Example 2. Seven athletes with different heights stand in a row. A, B and C are arranged from left to right and from high to low, and they are not adjacent to each other.
Solution: (interpolation method) One way is to arrange all the remaining four students, and then another way is to insert three students A, B and C into five empty positions (but there is no need to arrange them). According to the principle of step-by-step counting, there are = 240 ways in one * *.
Example 3. (1) Put four different balls in four different boxes. How many different ways are there to throw a ball?
How many ways are there to put four different balls in four different boxes with an empty box?
Solution: (1) According to the principle of step-by-step counting, there are methods.
(2) (Binding method) Step 1, bind any two balls of four different balls together as an element. Step 2: Take three balls from four different boxes and put them into a method. So a * * has = 144 methods.

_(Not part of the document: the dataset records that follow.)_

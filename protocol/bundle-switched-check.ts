/** Whether the fields of the switched section agree with each other and with the bundle around it. */
import type { SwitchedTensors } from './bundle-switched.ts';
import { ProtocolError } from './errors.ts';
import { checkTensor, type Tensor, type TensorType } from './tensor.ts';

const QUANTISED: readonly TensorType[] = ['i8', 'i16'];
const SINGLE: readonly TensorType[] = ['f32'];

const refuse = (path: string, what: string): never => {
  throw new ProtocolError('schema', `bundle document: ${path}: ${what}`, { details: { path } });
};

/** What the section is held against. */
export interface AroundSwitched {
  readonly channels: number;
  readonly signals: number;
  readonly horizon: number;
}

const checkRising = (list: readonly number[], end: number, path: string): void => {
  if (list.length === 0) refuse(path, 'expected at least one signal, got none');
  for (const [k, value] of list.entries()) {
    const least = k === 0 ? 0 : list[k - 1]! + 1;
    if (value < least || value >= end) refuse(`${path}[${k}]`, `expected ${least} to ${end - 1}, rising, got ${value}`);
  }
};

/**
 * Refuses a section whose fields disagree.
 *
 * shapes  as SwitchedTensors states
 * throws  ProtocolError 'schema' naming the field, 'tensor' naming the tensor; expected and got
 */
export const checkSwitched = (section: SwitchedTensors, around: AroundSwitched): void => {
  const { modes: M, discrete, driven, forecast, pairs, decays, outlookBasis, season, correction } = section;
  const { channels, signals, horizon: H } = around;
  checkRising(discrete, signals, 'switched.discrete');
  checkRising(driven, signals, 'switched.driven');
  checkRising(forecast, signals, 'switched.forecast');
  const ours = [...discrete, ...driven];
  if (new Set(ours).size < ours.length)
    refuse('switched.driven', 'expected signals that are not near-discrete, got one');
  const stranger = forecast.find((signal) => !ours.includes(signal));
  if (stranger !== undefined) refuse('switched.forecast', `expected driven or near-discrete signals, got ${stranger}`);
  for (const [p, [from, to]] of pairs.entries()) {
    if (from < M && to < M && from !== to) continue;
    refuse(`switched.pairs[${p}]`, `expected two modes below ${M}, got ${from} and ${to}`);
  }
  const [n, k, P] = [driven.length, discrete.length, pairs.length];
  const F = n * decays.length + (channels - signals) * (decays.length + 1);
  const r = outlookBasis.cols;
  if (r === 0) refuse('switched.outlookBasis', 'expected at least one column, got none');
  if (season.cols === 0) refuse('switched.season', 'expected at least one column, got none');
  const shapes: readonly (readonly [string, Tensor, number, number, readonly TensorType[]])[] = [
    ['share', section.share, forecast.length, H, QUANTISED],
    ['centre', section.centre, M, k, SINGLE],
    ['spread', section.spread, 1, k, SINGLE],
    ['slope', section.slope, M * k, n, SINGLE],
    ['drift', section.drift, M, n, SINGLE],
    ['coupling', section.coupling, M * n, n, SINGLE],
    ['landing', section.landing, P * n, 1 + n, SINGLE],
    ['hazard', section.hazard, P, 2 + n, SINGLE],
    ['limit', section.limit, 1, n, SINGLE],
    ['floodFrom', section.floodFrom, 1, n, SINGLE],
    ['stops', section.stops, 3, n, SINGLE],
    ['featureScale', section.featureScale, 1, F, SINGLE],
    ['outlook', section.outlook, n * r, 2 * F, QUANTISED],
    ['outlookBasis', outlookBasis, H, r, QUANTISED],
    ['season', season, n, season.cols, QUANTISED],
    ['doubt', section.doubt, 2 * n, H, QUANTISED],
    ['doubtScale', section.doubtScale, n, 1 + F, SINGLE],
  ];
  for (const [name, tensor, rows, cols, types] of shapes) checkTensor(tensor, rows, cols, types, `switched.${name}`);
  if (correction === undefined) return;
  const { count, readout, basis, limit } = correction;
  const c = basis.cols;
  if (c === 0) refuse('switched.correction.basis', 'expected at least one column, got none');
  const width = count + 2 + 2 * n + M + F;
  checkTensor(readout, forecast.length * c, width, QUANTISED, 'switched.correction.readout');
  checkTensor(basis, H, c, QUANTISED, 'switched.correction.basis');
  checkTensor(limit, 1, forecast.length, SINGLE, 'switched.correction.limit');
};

Example 4. There are ten street lamps numbered 1, 2, 3, …, 10 on the road. In order to save electricity without affecting lighting, three lights can be turned off, but two or three adjacent lights cannot be turned off at the same time. The lights at both ends can't be turned off. How many different ways are there to turn off the lights?
Solution: (Insertion method) This problem is equivalent to inserting three extinguished lamps in six gaps between seven lighted street lamps, so the total number of methods is one.
Example 5. The numbers 0, 1, 2, …, 8 are written on the nine cards respectively. Take out three cards and line them up to form a three-digit number. If 6 can be used as 9, how many three digits can be formed?
Solution: There are two kinds: ① If 6 is taken out, there is a way; (2) if 6 didn't take, there is a way. According to the principle of classified counting, there are += 602 methods for a * * *.